Wx: sample mass, 0.1 g; v₁: adding the volume of the crude enzyme solution in the reaction system, wherein 2 mu L is 0.002 mL; v₂: the total volume of the crude enzyme solution is 1 mL; t: reaction timeIntermittent, 1 min; v₃: the total volume of the reaction was 198. mu.L + 2. mu.L-200. mu.L-0.2 mL; v₄: 1mL of the system. Dilution times are as follows: 5. the measurement results are shown in Table 10.

TABLE 10 results of trypsin activity assay in fish intestinal tract of each group

3. Intestinal enzyme activity significance analysis

Analysis-comparative mean-one-way ANOVA test was selected in the tool bar using SPSS analysis software. The results of intestinal pepsin activity and trypsin activity in tables 9 and 10 were analyzed for significance, and the results are shown in table 11, fig. 12, and fig. 13.

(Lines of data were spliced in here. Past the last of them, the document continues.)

/// All-pairs costs by Floyd–Warshall (Floyd 1962) over the edge directions.
fn floyd(graph: &TravelGraph) -> Vec<Vec<f64>> {
    let n = graph.node_count();
    let mut d = vec![vec![f64::INFINITY; n]; n];
    for (u, row) in d.iter_mut().enumerate() {
        row[u] = 0.0;
    }
    let (t, h) = graph.ends();
    let (f, b) = graph.edge_costs();
    for e in 0..graph.edge_count() {
        let (a, c) = (t[e] as usize, h[e] as usize);
        d[a][c] = d[a][c].min(f[e]);
        d[c][a] = d[c][a].min(b[e]);
    }
    for k in 0..n {
        for i in 0..n {
            for j in 0..n {
                let via = d[i][k] + d[k][j];
                if via < d[i][j] {
                    d[i][j] = via;
                }
            }
        }
    }
    d
}

/// Brute-force cost between two spots from the all-pairs node costs.
fn spot_cost(graph: &TravelGraph, all: &[Vec<f64>], from: Spot, to: Spot) -> f64 {
    let mut best = graph.direct(from, to).unwrap_or(f64::INFINITY);
    for (u, a) in graph.leave(from).iter() {
        for (v, b) in graph.arrive(to).iter() {
            best = best.min(a + all[u as usize][v as usize] + b);
        }
    }
    best
}

#[test]
fn grid_costs_are_manhattan_distances() {
    // Closed form: on a complete grid of unit blocks, the shortest street path between
    // corners is |dx| + |dy|.
    let (coords, offsets) = grid_lines(6, 5);
    let g = TravelGraph::from_lines(&coords, &offsets, &LineOptions::default()).unwrap();
    g.check().unwrap();
    assert_eq!(g.component_count(), 1);
    let pts: Vec<[f64; 2]> = (0..30).map(|i| [(i % 6) as f64, (i / 6) as f64]).collect();
    let snaps: Vec<Spot> = snap_points(&g, &pts, "points", Some(0.0)).unwrap().iter().map(|s| s.spot).collect();
    let rows = travel_costs(&g, &snaps, &snaps, &CostOptions::default()).unwrap();
    let dense = rows.dense(pts.len());
    for (i, p) in pts.iter().enumerate() {
        for (j, q) in pts.iter().enumerate() {
            let manhattan = (p[0] - q[0]).abs() + (p[1] - q[1]).abs();
            assert_eq!(dense[i * pts.len() + j], manhattan);
        }
    }
}

#[test]
fn part_way_points_on_grid_follow_manhattan_through_corners() {
    // Closed form: a point at (0.25, 0) to one at (2, 0.5) on unit blocks: 1.75 + 0.5.
    let (coords, offsets) = grid_lines(4, 4);
    let g = TravelGraph::from_lines(&coords, &offsets, &LineOptions::default()).unwrap();
    let s = snap_points(&g, &[[0.25, -0.1], [2.1, 0.5]], "points", Some(0.2)).unwrap();
    assert!((s[0].gap - 0.1).abs() < 1e-12 && (s[0].along - 0.25).abs() < 1e-12);
    let spots = [s[0].spot, s[1].spot];
    let rows = travel_costs(&g, &spots[..1], &spots[1..], &CostOptions::default()).unwrap();
    assert!((rows.costs[0] - 2.25).abs() < 1e-12);
    // Same edge: straight along it.
    let s2 = snap_points(&g, &[[0.75, 0.0]], "points", None).unwrap();
    let rows = travel_costs(&g, &spots[..1], &[s2[0].spot], &CostOptions::default()).unwrap();
    assert!((rows.costs[0] - 0.5).abs() < 1e-12);
}

#[test]
fn one_way_edge_is_travelled_one_way_only() {
    // 0 -> 1 one way (cost 1); 1 -> 2 -> 0 both ways (cost 5 each).
    let g =
        TravelGraph::from_edges(&[0, 1, 2], &[1, 2, 0], &[1.0, 5.0, 5.0], None, Some(&[1, 0, 0]), None, None).unwrap();
    g.check().unwrap();
    let rows = travel_costs(&g, &[Spot::Node(0), Spot::Node(1)], &[Spot::Node(1), Spot::Node(0)], &Default::default())
        .unwrap();
    // 1 back to 0 must go round by 2: 5 + 5.
    assert_eq!(rows.dense(2), vec![1.0, 0.0, 0.0, 10.0]);
    // Part-way on the one-way edge, at 0.5: ahead costs 0.5, behind needs the loop.
    let mid = Spot::OnEdge { edge: 0, fraction: 0.5 };
    let rows = travel_costs(&g, &[mid], &[Spot::Node(1), Spot::Node(0)], &Default::default()).unwrap();
    assert_eq!(rows.costs, vec![0.5, 10.5]);
    let back = Spot::OnEdge { edge: 0, fraction: 0.25 };
    let rows = travel_costs(&g, &[mid], &[back], &Default::default()).unwrap();
    // From 0.5 back to 0.25 against the one-way: round the loop, 0.5 + 10 + 0.25.
    assert_eq!(rows.costs, vec![10.75]);
}
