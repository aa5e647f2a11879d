//! Building a travel graph from line geometries: the ends of the lines become nodes, ends
//! within a snapping tolerance of each other joined into one node.

use std::collections::HashMap;

use rstar::primitives::GeomWithData;
use rstar::RTree;

use super::crossings::split_at_crossings;
use super::graph::{check_cost, polyline_length, shape_length, OneWay, Shapes, TravelGraph, MAX_GRAPH_INDEX};
use super::lonlat::{departure, place_of, short_way, Unwrapped, MAX_DEPARTURE};
use crate::error::{Error, Result};
use crate::geodesic::normalised_longitude;
use crate::geometry::{distance, location_key, Point};

/// Options of [`TravelGraph::from_lines`].
#[derive(Debug, Clone, Default)]
pub struct LineOptions<'a> {
    /// Cost of each line forward (default: its planar length in coordinate units).
    pub cost: Option<&'a [f64]>,
    /// Cost of each line backward (default: the forward cost).
    pub reverse_cost: Option<&'a [f64]>,
    /// Direction codes: 0 both ways, 1 along the drawing direction only, -1 against it only.
    pub one_way: Option<&'a [i64]>,
    /// Line ends closer than this (coordinate units, >= 0; metres with `geodesic`) are joined
    /// into one node; 0 joins only ends with equal coordinates.
    pub tolerance: f64,
    /// Split lines where they cross or where one ends on another (off by default: a bridge
    /// or tunnel crosses a street without meeting it). Each piece keeps its line's one-way
    /// code and the share of its cost in proportion to length; [`TravelGraph::edge_lines`]
    /// maps pieces to input rows.
    pub split_crossings: bool,
    /// Coordinates are longitude/latitude in degrees: default costs (and snapping gaps and
    /// positions) are WGS84 geodesic lengths in metres (Karney 2013, through the geodesic
    /// family), and so is `tolerance`. Segments run the shorter way round in
    /// longitude (across the antimeridian where that is shorter) and ends at one place join
    /// whatever turn their longitudes are given in; a segment that strays from its geodesic
    /// by more than 1% of its length (over or near a pole) is refused (see `lonlat`).
    pub geodesic: bool,
    /// Input rows of several lines each (multi-part geometries): row `r` is made of the lines
    /// `parts[r]..parts[r + 1]`, each its own chain of vertices joined to others only at its
    /// ends (as separate lines are). `cost`, `reverse_cost` and `one_way` then hold one value
    /// per row: every part keeps the row's one-way code, and a row's cost is shared among its
    /// parts in proportion to their lengths (planar, or geodesic with `geodesic`), equally
    /// when they all have length zero, so the parts' costs add up to the row's.
    /// [`TravelGraph::edge_lines`] maps edges to rows, and errors name rows. `None`: each line
    /// is its own row.
    pub parts: Option<&'a [usize]>,
}
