impl Welder {
    fn new(tol: f64) -> Welder {
        Welder { tol, inv: 1.0 / tol, exact: HashMap::default(), heads: HashMap::default(), kept: Vec::new() }
    }

    fn point(&mut self, p: Point) -> Point {
        let bits = location_key(p);
        if let Some(&q) = self.exact.get(&bits) {
            return q;
        }
        let (kx, ky) = ((p[0] * self.inv).floor() as i64, (p[1] * self.inv).floor() as i64);
        let mut found = None;
        'search: for dx in -1..=1 {
            for dy in -1..=1 {
                let mut at = self.heads.get(&(kx + dx, ky + dy)).copied().unwrap_or(usize::MAX);
                while at != usize::MAX {
                    let (q, next) = self.kept[at];
                    if (q[0] - p[0]).abs() <= self.tol && (q[1] - p[1]).abs() <= self.tol {
                        found = Some(q);
                        break 'search;
                    }
                    at = next;
                }
            }
        }
        let q = found.unwrap_or_else(|| {
            let next = self.heads.insert((kx, ky), self.kept.len()).unwrap_or(usize::MAX);
            self.kept.push((p, next));
            p
        });
        self.exact.insert(bits, q);
        q
    }

    /// Weld a ring's vertices and drop the repeats that welding makes consecutive.
    fn ring(&mut self, ring: &mut Vec<Point>) {
        for p in ring.iter_mut() {
            *p = self.point(*p);
        }
        ring.dedup();
        while ring.len() > 1 && ring.first() == ring.last() {
            ring.pop();
        }
    }
}

/// Split a ring at every vertex it visits twice (where welding pinched it) into simple rings.
fn split_pinched(ring: &[Point], out: &mut Vec<Vec<Point>>) {
    let mut stack: Vec<Point> = Vec::with_capacity(ring.len());
    for &p in ring {
        if let Some(j) = stack.iter().position(|&q| q == p) {
            out.push(stack.split_off(j));
        }
        stack.push(p);
    }
    out.push(stack);
}

/// True when the ray from `p` towards +x crosses segment `a b` (half-open in y, so a ray
/// through a vertex counts once; the side by the exact orientation test).
fn ray_crosses(a: Point, b: Point, p: Point) -> bool {
    if (a[1] > p[1]) == (b[1] > p[1]) {
        return false;
    }
    let (lo, hi) = if a[1] < b[1] { (a, b) } else { (b, a) };
    orient2d(lo, hi, p) > 0.0
}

TABLE 11 intestinal enzyme activity significance analysis results

As can be seen from table 11, fig. 12 and fig. 13, the pepsin activity and the trypsin activity of the experimental groups 1 to 3 are higher than those of the control group, wherein the pepsin activity (P < 0.5) can be significantly improved in the experimental group 1 compared with the control group, and the trypsin activity (P < 0.5) can be significantly improved in the experimental group 1 and the experimental group 3 compared with the control group. The results of this example illustrate that: the intestinal tract pepsin activity and the trypsin activity of the micropterus salmoides can be improved by feeding the micropterus salmoides with the feed of the yeast recombinant expression vector containing the recombinant plasmid pyd1-GFP-ORF32, the feed of the yeast recombinant expression vector containing the recombinant plasmid pyd1-GFP-ORF436 and the feed of the yeast recombinant expression vector containing the recombinant plasmid pyd1-GFP-ORF32, wherein the effect of improving the activities of the pepsin and the trypsin is most remarkable by feeding the micropterus salmoides with the feed of the yeast recombinant expression vector containing the recombinant plasmid pyd1-GFP-ORF 32.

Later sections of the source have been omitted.